Top of Records shown
namespace ExprModel.Web.Workspace;

/// <summary>The protocols the Workbench's protocols area offers and the settings each form asks for (currents in uA/cm2, times in ms).</summary>
public static class ProtocolForms
{
    public const string Pulse = "pulse", Train = "train", Ramp = "ramp", Noise = "noise", Waveform = "waveform", Clamp = "clamp";

    /// <summary>Kinds in the order of the tabs, with their tab labels.</summary>
    public static IReadOnlyList<(string Kind, string Label)> Kinds { get; } =
    [
        (Pulse, "Brief pulse"), (Train, "Pulse train"), (Ramp, "Ramp"), (Noise, "Noisy current"), (Waveform, "Your waveform"),
        (Clamp, "Voltage clamp"),
    ];

    private static readonly Dictionary<string, IReadOnlyList<ProtocolField>> ByKind = new()
    {
        [Pulse] = [new("amplitude", "amplitude", "µA/cm²", 20, -10_000, 10_000), new("width", "width", "ms", 1, 0.01, 100)],
        [Train] =
        [
            new("amplitude", "amplitude", "µA/cm²", 20, -10_000, 10_000), new("width", "width", "ms", 1, 0.01, 100),
            new("count", "pulses", "", 10, 1, 1000, Whole: true), new("frequency", "frequency", "Hz", 20, 0.1, 1000),
        ],
        [Ramp] =
        [
            new("from", "from", "µA/cm²", 0, -10_000, 10_000), new("to", "to", "µA/cm²", 20, -10_000, 10_000),
            new("duration", "duration", "ms", 1000, 1, 9000),
        ],
        [Noise] =
        [
            new("mean", "mean", "µA/cm²", 5, -10_000, 10_000), new("sd", "SD", "µA/cm²", 3, 0, 10_000),
            new("tau", "correlation time", "ms", 5, 0.05, 1000), new("duration", "duration", "ms", 1000, 1, 9000),
            new("seed", "seed", "", 1, 0, int.MaxValue, Whole: true),
        ],
        [Waveform] = [],
        [Clamp] =
        [
            new("holding", "holding", "mV", -80, -300, 300), new("from", "first command", "mV", -100, -300, 300),
            new("to", "last command", "mV", 40, -300, 300), new("increment", "increment", "mV", 10, 0.1, 100),
            new("command", "command length", "ms", 100, 1, 2000), new("conditioning", "conditioning length", "ms", 500, 1, 5000),
            new("test", "test potential", "mV", 0, -300, 300),
        ],
    };

    public static IReadOnlyList<ProtocolField> Fields(string kind) =>
        ByKind.TryGetValue(kind, out var f) ? f : throw new ArgumentException($"protocol: unknown kind '{kind}'.");

    public static string LabelOf(string kind) => Kinds.FirstOrDefault(k => k.Kind == kind).Label ?? kind;
}
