namespace ExprModel.Web.Workspace;

/// <summary>
/// One bar of a tornado plot: the target knocked down and how far it moved the read-out (null when the read-out is
/// undefined on either side: then <see cref="Lost"/> or <see cref="Gained"/> says which way), with the values behind it.
/// </summary>
public sealed record TornadoBar(string Target, double? Value, bool Lost, bool Gained, double? Intact, double? KnockedDown);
Bottom of Records shown
Return word for word the lines above from the line with "public static string" to the line with "the read-out is", including both and leaving out all others.

    public static string LabelOf(string kind) => Kinds.FirstOrDefault(k => k.Kind == kind).Label ?? kind;
}
namespace ExprModel.Web.Workspace;

/// <summary>
/// One bar of a tornado plot: the target knocked down and how far it moved the read-out (null when the read-out is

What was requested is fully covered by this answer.